[Collected data]
══════════
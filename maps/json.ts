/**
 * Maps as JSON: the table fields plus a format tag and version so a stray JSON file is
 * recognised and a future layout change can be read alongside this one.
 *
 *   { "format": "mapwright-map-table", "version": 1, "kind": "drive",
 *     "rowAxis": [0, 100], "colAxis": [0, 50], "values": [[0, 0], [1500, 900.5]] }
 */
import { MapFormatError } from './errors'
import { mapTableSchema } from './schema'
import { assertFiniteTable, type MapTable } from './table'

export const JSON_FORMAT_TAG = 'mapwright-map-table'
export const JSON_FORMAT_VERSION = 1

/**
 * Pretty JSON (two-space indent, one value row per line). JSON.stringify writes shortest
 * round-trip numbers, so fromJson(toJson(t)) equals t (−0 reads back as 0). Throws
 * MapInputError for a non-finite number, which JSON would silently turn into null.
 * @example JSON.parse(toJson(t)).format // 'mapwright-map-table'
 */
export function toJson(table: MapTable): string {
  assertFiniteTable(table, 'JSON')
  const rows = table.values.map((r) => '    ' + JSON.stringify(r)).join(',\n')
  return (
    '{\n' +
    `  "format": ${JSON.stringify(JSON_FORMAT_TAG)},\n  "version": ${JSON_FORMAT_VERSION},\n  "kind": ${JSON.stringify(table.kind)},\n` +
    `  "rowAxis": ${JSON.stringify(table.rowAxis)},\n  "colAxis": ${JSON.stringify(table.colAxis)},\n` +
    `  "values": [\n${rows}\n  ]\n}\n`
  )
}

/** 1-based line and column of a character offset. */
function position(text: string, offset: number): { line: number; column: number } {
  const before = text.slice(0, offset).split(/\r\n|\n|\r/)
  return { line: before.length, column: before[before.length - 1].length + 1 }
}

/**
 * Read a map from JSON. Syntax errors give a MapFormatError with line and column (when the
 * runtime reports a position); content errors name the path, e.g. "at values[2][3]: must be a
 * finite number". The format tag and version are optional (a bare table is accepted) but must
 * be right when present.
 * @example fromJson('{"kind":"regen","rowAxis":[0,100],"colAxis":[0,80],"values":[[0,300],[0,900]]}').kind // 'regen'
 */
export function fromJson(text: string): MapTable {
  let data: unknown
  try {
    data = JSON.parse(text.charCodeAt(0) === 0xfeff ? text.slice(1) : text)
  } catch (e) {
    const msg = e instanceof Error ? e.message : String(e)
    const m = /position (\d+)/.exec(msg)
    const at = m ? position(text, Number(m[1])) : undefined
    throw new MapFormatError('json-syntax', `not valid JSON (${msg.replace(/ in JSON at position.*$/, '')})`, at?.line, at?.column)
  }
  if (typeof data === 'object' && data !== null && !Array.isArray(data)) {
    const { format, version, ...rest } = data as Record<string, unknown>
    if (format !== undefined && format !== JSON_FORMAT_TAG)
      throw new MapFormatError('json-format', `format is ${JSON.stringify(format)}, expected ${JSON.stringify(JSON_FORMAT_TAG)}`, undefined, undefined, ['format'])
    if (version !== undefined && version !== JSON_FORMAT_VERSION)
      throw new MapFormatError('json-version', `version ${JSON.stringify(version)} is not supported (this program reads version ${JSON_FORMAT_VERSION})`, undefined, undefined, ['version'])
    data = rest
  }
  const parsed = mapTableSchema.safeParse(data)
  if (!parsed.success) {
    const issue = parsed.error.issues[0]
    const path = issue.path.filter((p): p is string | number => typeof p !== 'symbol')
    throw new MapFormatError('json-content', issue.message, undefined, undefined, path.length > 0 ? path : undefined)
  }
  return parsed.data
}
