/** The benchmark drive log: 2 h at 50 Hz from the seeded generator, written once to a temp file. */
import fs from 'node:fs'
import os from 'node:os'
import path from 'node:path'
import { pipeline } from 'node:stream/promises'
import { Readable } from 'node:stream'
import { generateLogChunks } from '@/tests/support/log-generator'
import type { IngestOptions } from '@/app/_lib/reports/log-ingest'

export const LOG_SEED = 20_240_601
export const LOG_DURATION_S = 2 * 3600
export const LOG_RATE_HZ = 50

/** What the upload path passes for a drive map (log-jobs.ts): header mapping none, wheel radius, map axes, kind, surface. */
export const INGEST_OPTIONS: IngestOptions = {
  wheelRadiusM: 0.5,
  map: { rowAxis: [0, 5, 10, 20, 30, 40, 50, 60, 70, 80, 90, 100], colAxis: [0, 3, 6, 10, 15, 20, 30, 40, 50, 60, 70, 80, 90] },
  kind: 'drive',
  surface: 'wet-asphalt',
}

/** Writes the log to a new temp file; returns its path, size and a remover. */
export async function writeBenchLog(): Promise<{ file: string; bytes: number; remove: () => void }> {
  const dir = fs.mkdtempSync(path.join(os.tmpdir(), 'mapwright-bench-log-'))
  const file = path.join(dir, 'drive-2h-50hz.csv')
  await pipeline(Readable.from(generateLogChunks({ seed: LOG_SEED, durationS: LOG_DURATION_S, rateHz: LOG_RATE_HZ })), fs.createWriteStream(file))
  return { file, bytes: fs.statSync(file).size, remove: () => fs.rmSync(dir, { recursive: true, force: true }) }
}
══════════
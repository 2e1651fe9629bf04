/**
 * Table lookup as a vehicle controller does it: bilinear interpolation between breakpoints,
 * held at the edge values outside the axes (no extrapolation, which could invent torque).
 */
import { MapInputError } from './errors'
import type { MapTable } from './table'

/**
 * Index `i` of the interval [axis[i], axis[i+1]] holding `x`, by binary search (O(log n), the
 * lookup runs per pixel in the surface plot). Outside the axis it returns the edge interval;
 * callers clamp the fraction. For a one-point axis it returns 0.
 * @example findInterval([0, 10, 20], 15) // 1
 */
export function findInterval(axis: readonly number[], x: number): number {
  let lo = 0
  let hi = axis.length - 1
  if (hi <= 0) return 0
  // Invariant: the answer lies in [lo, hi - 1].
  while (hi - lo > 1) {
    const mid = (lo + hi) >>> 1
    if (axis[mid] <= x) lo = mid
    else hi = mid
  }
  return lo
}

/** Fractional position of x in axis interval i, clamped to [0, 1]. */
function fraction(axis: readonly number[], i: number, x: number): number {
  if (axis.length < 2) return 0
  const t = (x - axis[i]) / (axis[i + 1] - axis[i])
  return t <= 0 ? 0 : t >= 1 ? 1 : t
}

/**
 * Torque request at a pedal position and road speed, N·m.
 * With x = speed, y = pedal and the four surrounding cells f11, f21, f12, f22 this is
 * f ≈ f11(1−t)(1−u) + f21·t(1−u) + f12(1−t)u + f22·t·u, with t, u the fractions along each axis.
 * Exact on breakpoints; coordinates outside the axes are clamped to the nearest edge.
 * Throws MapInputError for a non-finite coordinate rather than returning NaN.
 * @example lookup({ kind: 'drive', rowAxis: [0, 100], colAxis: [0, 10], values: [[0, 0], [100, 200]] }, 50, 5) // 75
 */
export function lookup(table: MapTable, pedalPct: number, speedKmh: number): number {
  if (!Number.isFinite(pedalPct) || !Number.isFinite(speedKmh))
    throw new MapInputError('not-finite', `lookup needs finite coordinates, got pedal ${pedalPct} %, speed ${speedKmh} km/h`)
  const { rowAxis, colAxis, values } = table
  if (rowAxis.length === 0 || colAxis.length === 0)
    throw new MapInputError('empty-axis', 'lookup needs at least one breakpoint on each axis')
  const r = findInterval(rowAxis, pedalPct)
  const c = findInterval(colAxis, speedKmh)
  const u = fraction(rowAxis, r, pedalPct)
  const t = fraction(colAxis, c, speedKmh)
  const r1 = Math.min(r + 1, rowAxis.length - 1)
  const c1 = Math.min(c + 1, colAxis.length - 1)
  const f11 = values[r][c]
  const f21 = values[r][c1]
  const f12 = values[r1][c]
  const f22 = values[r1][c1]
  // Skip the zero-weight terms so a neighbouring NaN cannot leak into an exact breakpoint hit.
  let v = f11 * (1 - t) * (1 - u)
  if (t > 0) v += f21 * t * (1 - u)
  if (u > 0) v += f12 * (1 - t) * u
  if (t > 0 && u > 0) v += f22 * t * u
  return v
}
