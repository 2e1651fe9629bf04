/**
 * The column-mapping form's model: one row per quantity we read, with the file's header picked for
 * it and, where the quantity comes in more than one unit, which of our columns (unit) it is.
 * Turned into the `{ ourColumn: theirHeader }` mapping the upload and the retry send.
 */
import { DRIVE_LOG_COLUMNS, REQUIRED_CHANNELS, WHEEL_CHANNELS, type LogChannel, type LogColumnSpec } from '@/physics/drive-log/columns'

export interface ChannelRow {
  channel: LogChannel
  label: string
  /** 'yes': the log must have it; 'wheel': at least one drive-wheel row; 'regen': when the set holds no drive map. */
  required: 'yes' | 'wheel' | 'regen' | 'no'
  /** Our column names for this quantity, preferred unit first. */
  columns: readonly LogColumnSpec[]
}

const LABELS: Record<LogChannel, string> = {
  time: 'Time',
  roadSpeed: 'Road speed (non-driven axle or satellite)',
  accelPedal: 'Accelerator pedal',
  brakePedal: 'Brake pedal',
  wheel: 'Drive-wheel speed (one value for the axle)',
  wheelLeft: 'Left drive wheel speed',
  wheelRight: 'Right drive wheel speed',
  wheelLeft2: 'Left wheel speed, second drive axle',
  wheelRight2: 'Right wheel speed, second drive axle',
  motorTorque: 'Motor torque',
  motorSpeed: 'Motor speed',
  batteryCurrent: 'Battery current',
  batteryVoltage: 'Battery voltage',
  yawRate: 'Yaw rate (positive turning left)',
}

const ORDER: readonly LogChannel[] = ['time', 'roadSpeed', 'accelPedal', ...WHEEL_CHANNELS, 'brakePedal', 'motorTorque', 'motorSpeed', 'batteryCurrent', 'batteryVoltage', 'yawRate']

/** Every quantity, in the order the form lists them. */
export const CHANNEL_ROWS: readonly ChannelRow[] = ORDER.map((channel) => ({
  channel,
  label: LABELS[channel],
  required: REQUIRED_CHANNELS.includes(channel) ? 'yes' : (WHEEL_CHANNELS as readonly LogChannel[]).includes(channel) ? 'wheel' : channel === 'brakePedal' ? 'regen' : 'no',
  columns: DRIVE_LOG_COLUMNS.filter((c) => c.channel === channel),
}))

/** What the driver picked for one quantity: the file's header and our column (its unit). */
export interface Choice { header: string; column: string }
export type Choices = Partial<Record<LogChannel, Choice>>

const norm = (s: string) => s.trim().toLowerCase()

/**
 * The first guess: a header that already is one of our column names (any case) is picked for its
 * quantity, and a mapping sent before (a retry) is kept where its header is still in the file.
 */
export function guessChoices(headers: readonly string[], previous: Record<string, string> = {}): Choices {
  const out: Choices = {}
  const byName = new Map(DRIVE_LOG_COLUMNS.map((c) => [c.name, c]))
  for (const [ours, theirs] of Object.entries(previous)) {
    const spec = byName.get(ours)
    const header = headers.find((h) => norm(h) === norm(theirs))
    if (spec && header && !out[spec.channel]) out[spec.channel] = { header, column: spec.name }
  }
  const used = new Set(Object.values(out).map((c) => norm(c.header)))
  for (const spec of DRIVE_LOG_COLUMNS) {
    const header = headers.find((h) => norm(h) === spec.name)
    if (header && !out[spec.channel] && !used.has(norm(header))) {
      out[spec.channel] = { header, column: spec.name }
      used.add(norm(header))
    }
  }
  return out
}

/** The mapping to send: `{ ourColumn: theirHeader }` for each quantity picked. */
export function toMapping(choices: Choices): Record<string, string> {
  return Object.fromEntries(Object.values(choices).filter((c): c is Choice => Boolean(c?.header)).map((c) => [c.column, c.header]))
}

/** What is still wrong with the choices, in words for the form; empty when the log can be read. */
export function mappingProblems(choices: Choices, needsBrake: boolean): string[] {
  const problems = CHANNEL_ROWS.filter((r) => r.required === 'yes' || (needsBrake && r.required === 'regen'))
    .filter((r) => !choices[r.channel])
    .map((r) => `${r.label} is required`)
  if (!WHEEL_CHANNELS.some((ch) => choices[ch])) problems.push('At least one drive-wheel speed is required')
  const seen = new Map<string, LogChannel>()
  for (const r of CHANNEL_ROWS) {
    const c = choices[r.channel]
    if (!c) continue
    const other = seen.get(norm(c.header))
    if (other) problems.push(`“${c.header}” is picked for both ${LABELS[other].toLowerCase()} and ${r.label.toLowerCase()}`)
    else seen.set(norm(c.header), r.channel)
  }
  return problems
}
══════════
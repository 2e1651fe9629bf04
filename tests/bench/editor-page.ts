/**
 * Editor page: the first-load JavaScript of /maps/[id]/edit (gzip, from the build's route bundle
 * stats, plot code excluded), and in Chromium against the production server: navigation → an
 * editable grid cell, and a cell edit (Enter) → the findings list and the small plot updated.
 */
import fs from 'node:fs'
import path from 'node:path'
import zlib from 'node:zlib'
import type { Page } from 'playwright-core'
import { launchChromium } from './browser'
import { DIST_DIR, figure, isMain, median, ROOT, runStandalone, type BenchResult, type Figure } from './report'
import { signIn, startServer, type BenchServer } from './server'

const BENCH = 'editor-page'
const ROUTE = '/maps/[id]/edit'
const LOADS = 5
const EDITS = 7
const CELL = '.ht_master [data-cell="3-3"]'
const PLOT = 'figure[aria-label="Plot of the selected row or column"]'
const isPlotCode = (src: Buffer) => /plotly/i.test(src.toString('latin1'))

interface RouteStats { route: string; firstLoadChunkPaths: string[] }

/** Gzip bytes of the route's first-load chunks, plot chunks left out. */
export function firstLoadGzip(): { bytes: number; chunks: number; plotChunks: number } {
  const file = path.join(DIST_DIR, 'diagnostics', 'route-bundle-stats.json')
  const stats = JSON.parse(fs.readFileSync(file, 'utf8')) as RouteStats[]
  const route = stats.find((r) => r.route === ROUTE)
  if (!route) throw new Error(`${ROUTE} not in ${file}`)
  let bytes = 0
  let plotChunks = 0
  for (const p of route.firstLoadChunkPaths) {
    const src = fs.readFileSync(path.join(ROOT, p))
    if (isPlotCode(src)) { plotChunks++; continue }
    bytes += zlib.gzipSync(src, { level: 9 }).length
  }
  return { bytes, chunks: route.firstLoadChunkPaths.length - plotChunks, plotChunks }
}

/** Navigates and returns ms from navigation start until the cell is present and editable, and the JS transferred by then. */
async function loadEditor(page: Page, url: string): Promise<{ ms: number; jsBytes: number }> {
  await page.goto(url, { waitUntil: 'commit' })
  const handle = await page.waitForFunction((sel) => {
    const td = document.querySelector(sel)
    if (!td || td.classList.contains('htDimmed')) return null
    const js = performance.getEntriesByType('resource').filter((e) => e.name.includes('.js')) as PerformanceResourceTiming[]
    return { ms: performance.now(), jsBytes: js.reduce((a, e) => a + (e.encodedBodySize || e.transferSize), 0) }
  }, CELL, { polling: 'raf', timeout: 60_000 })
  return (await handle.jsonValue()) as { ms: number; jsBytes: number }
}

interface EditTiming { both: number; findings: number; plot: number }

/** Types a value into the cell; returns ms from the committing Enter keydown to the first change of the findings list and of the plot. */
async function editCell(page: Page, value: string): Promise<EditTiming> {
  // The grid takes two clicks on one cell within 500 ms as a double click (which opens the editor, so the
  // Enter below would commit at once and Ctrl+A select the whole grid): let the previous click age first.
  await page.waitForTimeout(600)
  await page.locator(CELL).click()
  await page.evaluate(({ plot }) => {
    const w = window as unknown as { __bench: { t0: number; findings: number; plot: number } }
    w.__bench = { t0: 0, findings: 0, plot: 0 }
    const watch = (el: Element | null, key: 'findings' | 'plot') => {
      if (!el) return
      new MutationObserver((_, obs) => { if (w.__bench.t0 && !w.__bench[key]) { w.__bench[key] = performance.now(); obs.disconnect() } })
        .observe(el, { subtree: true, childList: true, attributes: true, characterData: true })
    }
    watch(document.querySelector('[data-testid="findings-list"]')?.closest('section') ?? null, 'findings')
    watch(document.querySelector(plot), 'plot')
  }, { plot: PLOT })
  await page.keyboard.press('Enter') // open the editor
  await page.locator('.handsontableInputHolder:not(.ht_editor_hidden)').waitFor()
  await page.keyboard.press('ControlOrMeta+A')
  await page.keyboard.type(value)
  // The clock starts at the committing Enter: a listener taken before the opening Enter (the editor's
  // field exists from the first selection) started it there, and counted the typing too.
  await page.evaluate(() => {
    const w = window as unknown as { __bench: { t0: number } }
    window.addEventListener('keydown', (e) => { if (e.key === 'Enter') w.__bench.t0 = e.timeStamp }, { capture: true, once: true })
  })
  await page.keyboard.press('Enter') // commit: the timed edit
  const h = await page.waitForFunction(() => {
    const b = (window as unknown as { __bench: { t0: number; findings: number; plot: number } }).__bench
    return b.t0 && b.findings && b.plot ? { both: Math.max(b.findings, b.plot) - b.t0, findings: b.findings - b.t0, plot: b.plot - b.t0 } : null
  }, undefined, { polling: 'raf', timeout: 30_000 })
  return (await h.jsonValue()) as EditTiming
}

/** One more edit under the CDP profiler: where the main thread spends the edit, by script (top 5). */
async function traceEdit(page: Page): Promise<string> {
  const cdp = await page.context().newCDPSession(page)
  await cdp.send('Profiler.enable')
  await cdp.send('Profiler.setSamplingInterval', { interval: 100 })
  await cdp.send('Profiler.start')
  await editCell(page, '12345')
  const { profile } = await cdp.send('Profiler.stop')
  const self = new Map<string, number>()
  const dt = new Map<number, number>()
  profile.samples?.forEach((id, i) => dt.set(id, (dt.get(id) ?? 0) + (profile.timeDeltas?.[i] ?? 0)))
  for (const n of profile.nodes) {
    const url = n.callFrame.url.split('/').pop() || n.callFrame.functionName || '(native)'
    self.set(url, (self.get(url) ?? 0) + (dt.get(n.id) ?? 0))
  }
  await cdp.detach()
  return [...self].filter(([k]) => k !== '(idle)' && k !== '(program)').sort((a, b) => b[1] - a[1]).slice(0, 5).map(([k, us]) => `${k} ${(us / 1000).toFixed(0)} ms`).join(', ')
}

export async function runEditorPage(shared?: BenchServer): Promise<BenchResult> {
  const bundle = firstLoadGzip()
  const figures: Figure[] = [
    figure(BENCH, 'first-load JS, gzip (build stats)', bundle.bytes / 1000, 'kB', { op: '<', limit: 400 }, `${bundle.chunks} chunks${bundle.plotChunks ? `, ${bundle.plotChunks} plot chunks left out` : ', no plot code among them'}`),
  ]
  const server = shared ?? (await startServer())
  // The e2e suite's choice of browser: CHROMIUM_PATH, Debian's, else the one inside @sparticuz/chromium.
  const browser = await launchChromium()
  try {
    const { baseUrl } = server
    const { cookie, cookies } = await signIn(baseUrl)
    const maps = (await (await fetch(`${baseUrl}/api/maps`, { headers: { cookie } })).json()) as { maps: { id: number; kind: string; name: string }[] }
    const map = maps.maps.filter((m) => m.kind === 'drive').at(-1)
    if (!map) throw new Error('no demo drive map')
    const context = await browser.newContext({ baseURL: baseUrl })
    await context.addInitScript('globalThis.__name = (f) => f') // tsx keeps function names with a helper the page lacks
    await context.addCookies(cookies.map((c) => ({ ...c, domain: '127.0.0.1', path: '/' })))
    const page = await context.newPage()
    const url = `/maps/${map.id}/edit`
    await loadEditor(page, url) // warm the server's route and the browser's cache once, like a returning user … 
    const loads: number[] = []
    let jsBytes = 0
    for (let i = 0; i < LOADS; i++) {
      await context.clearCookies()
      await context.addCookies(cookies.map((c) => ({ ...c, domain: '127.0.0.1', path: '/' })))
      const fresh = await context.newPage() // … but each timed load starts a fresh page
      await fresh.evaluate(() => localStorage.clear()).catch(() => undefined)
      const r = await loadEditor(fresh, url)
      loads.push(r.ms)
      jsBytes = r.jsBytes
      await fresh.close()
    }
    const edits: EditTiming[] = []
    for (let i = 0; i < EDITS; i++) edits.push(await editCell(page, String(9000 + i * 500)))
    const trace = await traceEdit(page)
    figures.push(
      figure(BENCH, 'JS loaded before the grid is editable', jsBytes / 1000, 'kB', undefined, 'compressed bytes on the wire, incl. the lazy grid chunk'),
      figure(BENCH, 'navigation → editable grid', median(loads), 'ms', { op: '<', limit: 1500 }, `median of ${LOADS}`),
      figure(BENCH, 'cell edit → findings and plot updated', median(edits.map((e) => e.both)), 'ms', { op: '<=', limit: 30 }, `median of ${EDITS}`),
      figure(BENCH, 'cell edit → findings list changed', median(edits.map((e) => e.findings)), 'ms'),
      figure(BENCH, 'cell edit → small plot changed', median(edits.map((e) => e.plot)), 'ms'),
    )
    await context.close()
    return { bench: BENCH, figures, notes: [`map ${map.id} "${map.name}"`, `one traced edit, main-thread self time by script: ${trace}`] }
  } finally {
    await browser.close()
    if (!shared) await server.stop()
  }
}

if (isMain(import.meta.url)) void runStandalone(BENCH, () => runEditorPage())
══════════
> [TASK DESCRIPTION]
What are the lines above, starting at the one with "signIn, startServer, type" and ending at the one with "by then. */"? Give them again exactly, and only them.

> [RESULT OF THE EXERCISE]
import { signIn, startServer, type BenchServer } from './server'

const BENCH = 'editor-page'
const ROUTE = '/maps/[id]/edit'
const LOADS = 5
const EDITS = 7
const CELL = '.ht_master [data-cell="3-3"]'
const PLOT = 'figure[aria-label="Plot of the selected row or column"]'
const isPlotCode = (src: Buffer) => /plotly/i.test(src.toString('latin1'))

interface RouteStats { route: string; firstLoadChunkPaths: string[] }

/** Gzip bytes of the route's first-load chunks, plot chunks left out. */
export function firstLoadGzip(): { bytes: number; chunks: number; plotChunks: number } {
  const file = path.join(DIST_DIR, 'diagnostics', 'route-bundle-stats.json')
  const stats = JSON.parse(fs.readFileSync(file, 'utf8')) as RouteStats[]
  const route = stats.find((r) => r.route === ROUTE)
  if (!route) throw new Error(`${ROUTE} not in ${file}`)
  let bytes = 0
  let plotChunks = 0
  for (const p of route.firstLoadChunkPaths) {
    const src = fs.readFileSync(path.join(ROOT, p))
    if (isPlotCode(src)) { plotChunks++; continue }
    bytes += zlib.gzipSync(src, { level: 9 }).length
  }
  return { bytes, chunks: route.firstLoadChunkPaths.length - plotChunks, plotChunks }
}

/** Navigates and returns ms from navigation start until the cell is present and editable, and the JS transferred by then. */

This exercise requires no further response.